▶ [EXERCISE] Look for "next" in each line of the entries, and return the matching lines.

■ ■ ■ ■

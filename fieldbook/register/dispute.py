"""Everything the register holds behind one number, in one piece, for whoever has to judge a dispute years later.

Of a certificate's number: its revisions and who signed, the states of its book and who added them, and of every occupation the digest
of the received bytes, instruments, readings, findings, the rules met and not met, as its book had them. Of a published number:
the same of all its evidence. Of both: what was decided about these occupations and marks, and what was published from them.
"""

from __future__ import annotations

from typing import Any

from fieldbook.errors import UsageError
from fieldbook.model.canonical import Tree
from fieldbook.model.entry import Entry

from .fold import HeldBook, RegisterState, label_of
from .history import history, published_tree
from .store import Register

SCHEMA = "fieldbook.register.dispute/1"
NOT_IN_IT = (
    "the received bytes themselves: they are in the book, whose id and hash stand here; `fieldbook verify` makes every fact "
    "again from them",
    "who wrote what: names of entries in a register are typed",
)


def dispute_pack(register: Register, number: str) -> dict[str, Any]:
    """The pack of a certificate's or a published value's number, as JSON.

    Raises:
        UsageError: no such number.
        BookError: evidence is missing or damaged.
    """
    state = register.state()
    certificates = _revisions(state, number)
    if certificates is not None:
        book, chain = certificates
        wanted = next(item for item in chain if item["number"] == number)
        numbers = [wanted["occupation"]] if wanted["occupation"] is not None else list(wanted["occupations"] or [])
        keys = [(book.id, int(one)) for one in numbers]
        marks = {state.root_of(book.numbers[wanted["mark"]])}
    else:
        published = _published(state, number)
        chain = []
        keys = [(book_id, int(one)) for book_id, one, _ in published.body["evidence"]]
        marks = {state.root_of(int(published.body["mark"]))}
    return {
        "schema": SCHEMA,
        "number": number,
        "register": {"id": state.id, "head_seq": state.head_seq, "head": state.head_hash},
        "certificates": chain,
        "books": [_book(state, name) for name in dict.fromkeys(key[0] for key in keys)],
        "occupations": [_occupation(register, state, *key) for key in keys],
        "published": [published_tree(item) for mark in sorted(marks) for item in history(state, mark)],
        "decisions": [_decision(state, entry) for entry in state.entries if _concerns(state, entry, keys, marks)],
        "not_in_it": list(NOT_IN_IT),
    }


def _revisions(state: RegisterState, number: str) -> tuple[HeldBook, list[Tree]] | None:
    """The book of a certificate and all its revisions: same mark, same occupations' certificate chain, in order."""
    for book in state.books.values():
        found = next((item for item in book.certificates if item["number"] == number), None)
        if found is not None:
            own = [
                item
                for item in book.certificates
                if (item["mark"], item["occupation"]) == (found["mark"], found["occupation"])
            ]
            superseded = {item["supersedes"]: item["number"] for item in own if item["supersedes"]}
            return book, [{**item, "superseded_by": superseded.get(item["number"])} for item in own]
    return None


def _published(state: RegisterState, number: str) -> Entry:
    for entry in state.standing("published"):
        if entry.body["number"] == number:
            return entry
    raise UsageError(
        f'Neither a certificate nor a published value of this register bears the number "{number}".',
        "`fieldbook register list --json` and `register in-force --all` name them.",
        code="unknown_number",
    )


def _book(state: RegisterState, book: str) -> dict[str, Any]:
    """Every state of a book that was added, by whom and when."""
    states = [entry for entry in state.entries if entry.kind in ("added", "elsewhere") and entry.body["book"] == book]
    return {
        "id": book,
        "states": [
            {
                "entry": entry.seq,
                "added_utc": entry.utc,
                "by": entry.observer,
                "path": entry.body["path"],
                "head_seq": entry.body["head_seq"],
                "head": entry.body["head_hash"],
                "versions": entry.body["versions"],
                "changes": entry.body["changes"],
            }
            for entry in states
        ],
    }


def _occupation(register: Register, state: RegisterState, book: str, number: int) -> dict[str, Any]:
    """As the latest state holds it; where it is gone, as the last state that held it did."""
    held, entry = None, None
    for one in state.entries:
        if one.kind in ("added", "elsewhere") and one.body["book"] == book:
            found = next((item for item in one.body["occupations"] if int(item["occupation"]) == number), None)
            held, entry = (found, one) if found is not None else (held, entry)
    if held is None or entry is None:
        return {"occupation": label_of(book, number), "held": False}
    evidence, whole = register.kept_tree(held["evidence"]), register.kept_tree(held["reduction"])
    still = any(item.key == (book, number) for item in state.occupations())
    leave = whole.get("leave") or {}
    lines = leave.get("lines") or []
    return {
        "occupation": label_of(book, number),
        "held": still,
        "as_of_entry": entry.seq,
        "mark": held["mark"],
        "started": held["started"],
        "ended": held["ended"],
        "received_sha256": held["received_sha256"],
        "evidence_sha256": held["evidence"],
        "reduction_sha256": held["reduction"],
        "observer": evidence["observer"],
        "party": evidence["party"],
        "instruments": evidence["shares"],
        "stated": evidence.get("stated"),
        "place": evidence["place"],
        "antenna": whole.get("antenna"),
        "operation": whole.get("operation"),
        "epochs": whole.get("epochs"),
        "initialisations": whole.get("initialisations"),
        "uncertainty": whole.get("uncertainty"),
        "findings": whole.get("findings") or [],
        "rules_met": [line for line in lines if line["met"]],
        "rules_not_met": [line for line in lines if not line["met"]],
    }


def _concerns(state: RegisterState, entry: Entry, keys: list[tuple[str, int]], marks: set[int]) -> bool:
    body = entry.body
    if entry.kind in ("same", "different"):
        return bool({state.root_of(int(number)) for number in body["marks"]} & marks)
    if entry.kind in ("separate", "exclude"):
        return (body["book"], int(body["occupation"])) in keys
    if entry.kind in ("reset", "name"):
        return state.root_of(int(body["mark"])) in marks
    if entry.kind == "strike":
        struck = state.entries[int(body["seq"]) - 1]
        return _concerns(state, struck, keys, marks)
    return entry.kind == "frame"


def _decision(state: RegisterState, entry: Entry) -> dict[str, Any]:
    return {
        "entry": entry.seq,
        "utc": entry.utc,
        "by": entry.observer,
        "kind": entry.kind,
        "body": entry.body,
        "struck": entry.seq in state.struck,
    }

■ ■ ■ ■

▶ [EXPECTED ANSWER]
        wanted = next(item for item in chain if item["number"] == number)
        found = next((item for item in book.certificates if item["number"] == number), None)
            found = next((item for item in one.body["occupations"] if int(item["occupation"]) == number), None)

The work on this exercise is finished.